In molti paradisi tropicali cominciano a riaprirsi le porte per i viaggiatori internazionali: dalle Maldive ad Anguilla, dalle Bahamas ad Antigua e Barbuda passando per Barbados o per la Repubblica Dominicana, solo per citarne alcuni. Molto spesso, per accedere occorre presentare l’esito negativo di un tampone effettuato da tre a cinque giorni prima dell’approdo nel paese e, in alcune situazioni, dove procede con la quarantena.
In controtendenza, l’arcipelago brasiliano Fernando de Noronha, appartenente amministrativamente allo stato di Pernambuco, ha deciso di riaprire al turismo internazionale dallo scorso 1° settembre, ma solo ai turisti che possono testimoniare di essere risultati positivi al virus del Covid-19.

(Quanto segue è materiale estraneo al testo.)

/** Sending a purchase order to its supplier, and receiving it: what came, at what price. */
import { useState } from 'react';
import { ReceiveOrderSchema, SendOrderSchema, type PurchaseOrderDto } from '@shared/schemas/stock';
import { Alert } from '@/components/alert';
import { Button } from '@/components/button';
import { Dialog } from '@/components/dialog';
import { TextField } from '@/components/field';
import { formatMoney, todayIso } from '@/lib/format';
import { serverFieldErrors, zodFieldErrors } from '@/lib/form-errors';
import { useReceiveOrder, useSendOrder } from '../api/stock';

function addDays(date: string, n: number): string {
  const d = new Date(`${date}T12:00:00Z`);
  d.setUTCDate(d.getUTCDate() + n);
  return d.toISOString().slice(0, 10);
}

export function SendOrderDialog({ order, onClose }: { order: PurchaseOrderDto; onClose: () => void }) {
  const [to, setTo] = useState(order.sentTo ?? '');
  const [expectedOn, setExpectedOn] = useState(order.expectedOn ?? addDays(todayIso(), 7));
  const [message, setMessage] = useState('');
  const [errors, setErrors] = useState<Record<string, string>>({});
  const send = useSendOrder();
  return (
    <Dialog title={`Send ${order.number} to ${order.supplier}`} open onClose={onClose}>
      <form
        className="space-y-3"
        noValidate
        onSubmit={(e) => {
          e.preventDefault();
          const parsed = SendOrderSchema.safeParse({ to, expectedOn, message });
          if (!parsed.success) return setErrors(zodFieldErrors(parsed.error));
          setErrors({});
          send.mutate({ id: order.id, ...parsed.data }, { onSuccess: onClose, onError: (err) => setErrors(serverFieldErrors(err)) });
        }}
      >
        <TextField label="Supplier's e-mail" type="email" value={to} onChange={(e) => setTo(e.target.value)} error={errors.to} />
        <TextField label="Wanted by" type="date" value={expectedOn} onChange={(e) => setExpectedOn(e.target.value)} error={errors.expectedOn} hint="Low-stock warnings count what the jobs need until this day." />
        <label className="flex flex-col gap-1 text-sm font-medium text-walnut-800">
          Covering message (optional)
          <textarea className="min-h-24 rounded-md border border-walnut-200 px-3 py-2 text-sm font-normal" value={message} onChange={(e) => setMessage(e.target.value)} maxLength={4000} />
        </label>
        <p className="text-xs text-walnut-500">The order goes as a PDF through the outbox: {order.lines.length} line{order.lines.length === 1 ? '' : 's'}, {formatMoney(order.total, order.currency)} at our listed prices.</p>
        {send.isError && Object.keys(serverFieldErrors(send.error)).length === 0 && <Alert tone="error" title="The order was not sent">{send.error.message}</Alert>}
        <div className="flex justify-end gap-2">
          <Button type="button" variant="secondary" onClick={onClose}>
            Cancel
          </Button>
          <Button type="submit" busy={send.isPending}>
            Send the order
          </Button>
        </div>
      </form>
    </Dialog>
  );
}

export function ReceiveOrderDialog({ order, onClose }: { order: PurchaseOrderDto; onClose: () => void }) {
  const [receivedOn, setReceivedOn] = useState(todayIso());
  const [recordPrices, setRecordPrices] = useState(true);
  const [lines, setLines] = useState(order.lines.map((l) => ({ lineId: l.id, packs: String(l.packs), paidPrice: l.packPrice })));
  const [errors, setErrors] = useState<Record<string, string>>({});
  const receive = useReceiveOrder();
  const set = (i: number, patch: Partial<(typeof lines)[number]>) => setLines((ls) => ls.map((l, j) => (j === i ? { ...l, ...patch } : l)));
  return (
    <Dialog title={`Receive ${order.number}`} open onClose={onClose} wide>
      <form
        className="space-y-3"
        noValidate
        onSubmit={(e) => {
          e.preventDefault();
          const body = { receivedOn, recordPrices, lines: lines.map((l) => ({ lineId: l.lineId, packs: l.packs === '' ? undefined : Number(l.packs), paidPrice: l.paidPrice })) };
          const parsed = ReceiveOrderSchema.safeParse(body);
          if (!parsed.success) return setErrors(zodFieldErrors(parsed.error));
          setErrors({});
          receive.mutate({ id: order.id, ...parsed.data }, { onSuccess: onClose, onError: (err) => setErrors(serverFieldErrors(err)) });
        }}
      >
        <TextField label="Received on" type="date" value={receivedOn} onChange={(e) => setReceivedOn(e.target.value)} error={errors.receivedOn} />
        <div className="overflow-x-auto">
          <table className="min-w-full text-sm">
            <caption className="sr-only">What came in, line by line</caption>
            <thead className="bg-parchment-100 text-left text-xs tracking-wide text-walnut-600 uppercase">
              <tr>
                <th scope="col" className="px-2 py-2">Material</th>
                <th scope="col" className="px-2 py-2 text-right">Ordered</th>
                <th scope="col" className="px-2 py-2">Packs received</th>
                <th scope="col" className="px-2 py-2">Paid a pack ({order.currency})</th>
              </tr>
            </thead>
            <tbody className="divide-y divide-parchment-200">
              {order.lines.map((l, i) => (
                <tr key={l.id}>
                  <td className="px-2 py-2">
                    {l.material} <span className="text-xs text-walnut-500">({l.packLabel})</span>
                  </td>
                  <td className="num px-2 py-2 text-right">{l.packs}</td>
                  <td className="px-2 py-2">
                    <input type="number" min="0" step="1" aria-label={`Packs of ${l.material} received`} aria-invalid={errors[`lines.${i}.packs`] ? true : undefined} className="num w-20 rounded-md border border-walnut-200 px-2 py-1 text-right" value={lines[i]!.packs} onChange={(e) => set(i, { packs: e.target.value })} />
                    {errors[`lines.${i}.packs`] && <p className="text-xs text-brick-700">▲ Packs {errors[`lines.${i}.packs`]}</p>}
                  </td>
                  <td className="px-2 py-2">
                    <input inputMode="decimal" aria-label={`Price paid a pack of ${l.material}`} aria-invalid={errors[`lines.${i}.paidPrice`] ? true : undefined} className="num w-24 rounded-md border border-walnut-200 px-2 py-1 text-right" value={lines[i]!.paidPrice} onChange={(e) => set(i, { paidPrice: e.target.value })} />
                    {errors[`lines.${i}.paidPrice`] && <p className="text-xs text-brick-700">▲ Price {errors[`lines.${i}.paidPrice`]}</p>}
                  </td>
                </tr>
              ))}
            </tbody>
          </table>
        </div>
        <label className="flex items-center gap-2 text-sm text-walnut-800">
          <input type="checkbox" checked={recordPrices} onChange={(e) => setRecordPrices(e.target.checked)} />
          Record each price paid as the pack&rsquo;s price from this day
        </label>
        {receive.isError && Object.keys(serverFieldErrors(receive.error)).length === 0 && <Alert tone="error" title="The order was not received">{receive.error.message}</Alert>}
        <div className="flex justify-end gap-2">
          <Button type="button" variant="secondary" onClick={onClose}>
            Cancel
          </Button>
          <Button type="submit" busy={receive.isPending}>
            Add to stock
          </Button>
        </div>
      </form>
    </Dialog>
  );
}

Lo spiega il bollettino del governo nel quale vengono esposte le misure per consentire l’accesso ai turisti. Oltre al pagamento della tassa di conservazione ambientale i turisti dovranno trasmettere entro 72 ore dalla partenza i risultati – positivi – di uno fra questi due test: un sierologico che dimostri la presenza di immunoglobuline G (IgG) effettuato non oltre 90 giorni prima dell’arrivo all’aeroporto Carlos Wilson sull’omonima isola principale dell’arcipelago atlantico (nonché la più stesa e l’unica abitata); oppure un test molecolare positivo ma effettuato oltre venti giorni prima dell’arrivo.

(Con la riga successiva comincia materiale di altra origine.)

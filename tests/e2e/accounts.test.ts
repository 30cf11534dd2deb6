/**
 * A job's account in a real browser: after the deposit, sales records a cash part-payment and issues the tax invoice
 * from the account panel, the invoice shows on the owed list, the customer pays the rest by card on the payment
 * stand-in from their quote page, and the receipts and invoice PDFs read as text with the same figures.
 */
import { execFileSync } from 'node:child_process';
import fs from 'node:fs';
import os from 'node:os';
import path from 'node:path';
import type { Page } from 'playwright-core';
import request from 'supertest';
import { describe, expect, it } from 'vitest';
import type { AccountDto } from '../../shared/schemas/accounts';
import { DEMO_PASSWORD } from '../../server/seeders/demo';
import { demoEmail, getTestApp, signInAs, type Session } from '../helpers/app';
import { browserSuite, screenshot, watchConsole } from '../helpers/browser';


const suite = browserSuite({ services: true });

const post = (s: Session, url: string, body: object) => s.agent.post(url).set('x-csrf-token', s.csrf).send(body);
const put = (s: Session, url: string, body: object) => s.agent.put(url).set('x-csrf-token', s.csrf).send(body);
const gbp = (amount: string) => new Intl.NumberFormat('en-GB', { style: 'currency', currency: 'GBP' }).format(Number(amount));

function pdfText(pdf: Buffer): string {
  const file = path.join(os.tmpdir(), `accounts-e2e-${process.pid}-${Date.now()}-${Math.random()}.pdf`);
  fs.writeFileSync(file, pdf);
  try {
    return execFileSync('pdftotext', ['-layout', file, '-'], { encoding: 'utf8' }).replace(/\s+/g, ' ');
  } finally {
    fs.rmSync(file, { force: true });
  }
}

async function signIn(page: Page, role: 'sales' | 'owner'): Promise<void> {
  await page.goto(`${suite.server.baseUrl}/signin`);
  await page.getByLabel('E-mail').fill(demoEmail(role));
  await page.getByLabel('Password').fill(DEMO_PASSWORD);
  await page.getByRole('button', { name: 'Sign in' }).click();
  await page.getByTestId('current-role').waitFor();
}

describe('from a paid deposit to a settled invoice', () => {
  it('a cash part-payment and the invoice from the account panel, the rest paid by card from the customer’s page', async () => {
    const { app } = getTestApp();
    const sales = await signInAs(app, 'sales');
    const estimator = await signInAs(app, 'estimator');
    const owner = await signInAs(app, 'owner');
    const stage = (await owner.agent.get('/api/accounts/settings').expect(200)).body.invoiceStage as string;
    await put(owner, '/api/accounts/settings', { invoiceStage: 'deposit-paid' }).expect(200);
    try {
      const c = await post(sales, '/api/customers', { name: 'Isolde Marchbanks', email: `isolde.${process.pid}@example.com` }).expect(201);
      const p = await post(estimator, '/api/pieces', { customerId: c.body.id, kind: 'upright', description: 'Figured mahogany upright' }).expect(201);
      const input = { piece: { template: 'upright', dimensions: { width: '150 cm' }, species: 'walnut', veneered: true }, system: 'full-repolish' };
      const e = await post(estimator, '/api/estimates', { customerId: c.body.id, pieceId: p.body.id, input }).expect(201);
      await post(estimator, `/api/estimates/${e.body.id}/state`, { state: 'priced' }).expect(200);
      const q = await post(sales, `/api/estimates/${e.body.id}/quotes`, { depositPct: 30 }).expect(201);
      const sent = await post(sales, `/api/quotes/${q.body.id}/send`, {}).expect(200);
      const link: string = sent.body.link;
      const token = link.split('/q/')[1]!;
      await request(app).post(`/api/public/quotes/${token}/accept`).send({ name: 'Isolde Marchbanks', acceptTerms: true, extras: [] }).expect(200);
      const checkout = await request(app).post(`/api/public/quotes/${token}/deposit`).send({}).expect(200);
      await suite.server.services!.payments!.pay(String(checkout.body.url).split('/checkout/')[1]!);
      const before = (await sales.agent.get(`/api/accounts/quotes/${q.body.id}`).expect(200)).body as AccountDto;
      const { agreedTotal, paid: deposit, balance } = before.figures;
      expect(before.documents.map((d) => d.kind)).toEqual(['receipt']);

      // Sales: the account panel, a cash part-payment of 100.00, then the invoice.
      const staff = await suite.browser.newContext({ viewport: { width: 1440, height: 900 } });
      const page = await staff.newPage();
      const errors = watchConsole(page);
      await signIn(page, 'sales');
      await page.goto(`${suite.server.baseUrl}/quotes/${q.body.id}`);
      await page.getByRole('link', { name: 'Account: invoice and payments' }).click();
      const panel = page.getByTestId('account-panel');
      await panel.waitFor();
      expect(await panel.getByTestId('account-balance').textContent()).toBe(gbp(balance));
      const form = page.getByRole('form', { name: 'Record a payment' });
      await form.getByLabel('How it was paid').selectOption('cash');
      await form.getByLabel('Amount (GBP)').fill('100');
      await form.getByLabel('Reference').fill('Counter book 12');
      await form.getByRole('button', { name: 'Record the payment' }).click();
      const afterCash = (Math.round(Number(balance) * 100) - 10_000) / 100;
      // The receipt is issued and e-mailed before the answer: wait for the form to say so.
      await form.getByText(/£100\.00 recorded/).waitFor();
      expect(await panel.getByTestId('account-balance').textContent()).toBe(gbp(afterCash.toFixed(2)));
      await panel.getByRole('button', { name: /Issue the tax invoice/ }).click();
      await panel.getByText(/Invoice INV-\d{5} issued/).waitFor();
      await screenshot(page, 'accounts-staff-panel');

      // The owed list has it, in the youngest bucket.
      await page.getByRole('link', { name: 'Owed to us' }).click();
      const row = page.getByRole('row', { name: new RegExp(`Isolde Marchbanks`) });
      await row.first().waitFor();
      expect(await row.first().textContent()).toContain(gbp(afterCash.toFixed(2)));
      expect(await row.first().textContent()).toContain('0–30 days');
      await screenshot(page, 'accounts-owed');
      expect(errors).toEqual([]);

      // The customer pays the rest by card from their quote page.
      const customer = await suite.browser.newContext({ viewport: { width: 390, height: 844 } });
      const phone = await customer.newPage();
      const customerErrors = watchConsole(phone);
      await phone.goto(link);
      const box = phone.getByTestId('public-balance');
      await box.waitFor();
      expect(await box.getByTestId('balance-owed').textContent()).toBe(gbp(afterCash.toFixed(2)));
      expect(await box.textContent()).not.toMatch(/margin|overhead|per hour/i);
      await box.getByRole('button', { name: /Pay the balance of/ }).click();
      await phone.waitForURL((u) => u.href.startsWith(suite.server.services!.payments!.url));
      expect(await phone.locator('.amount').textContent()).toBe(gbp(afterCash.toFixed(2)));
      await phone.getByRole('button', { name: /^Pay / }).click();
      await phone.waitForURL((u) => u.href.startsWith(`${link}?balance=paid`));
      await box.getByText('Nothing more to pay. Thank you.').waitFor();
      await screenshot(phone, 'accounts-customer-settled');
      expect(customerErrors).toEqual([]);
      await customer.close();

      // The PDFs: the invoice with the deposit and cash deducted; the last receipt for the card payment.
      const after = (await sales.agent.get(`/api/accounts/quotes/${q.body.id}`).expect(200)).body as AccountDto;
      expect(after.figures).toMatchObject({ agreedTotal, balance: '0.00' });
      const invoice = after.documents.find((d) => d.kind === 'invoice')!;
      const lastReceipt = after.documents.filter((d) => d.kind === 'receipt').at(-1)!;
      const invoiceText = pdfText(Buffer.from(await (await page.request.get(`${suite.server.baseUrl}/api/accounts/documents/${invoice.id}/pdf`)).body()));
      for (const s of [`Tax invoice ${invoice.number}`, gbp(agreedTotal), gbp(deposit), gbp('100.00'), 'Balance due', gbp(afterCash.toFixed(2))]) expect(invoiceText).toContain(s);
      const receiptText = pdfText(Buffer.from(await (await page.request.get(`${suite.server.baseUrl}/api/accounts/documents/${lastReceipt.id}/pdf`)).body()));
      expect(receiptText).toContain(`Receipt ${lastReceipt.number}`);
      expect(receiptText).toContain(gbp(afterCash.toFixed(2)));
      expect(receiptText).toMatch(/Still to pay £0\.00/);
      await staff.close();
    } finally {
      await put(owner, '/api/accounts/settings', { invoiceStage: stage });
    }
  });
});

Si tratta solo della prima fase del graduale processo di riapertura dell’arcipelago nello stato di Pernambuco, santuario ambientale terrestre e marino oltre che patrimonio mondiale dell’Unesco. Un luogo selvaggio, dove il turismo è già di solito contingentato a poche centinaia di persone in contemporanea che si aggiungono ai 3mila residenti.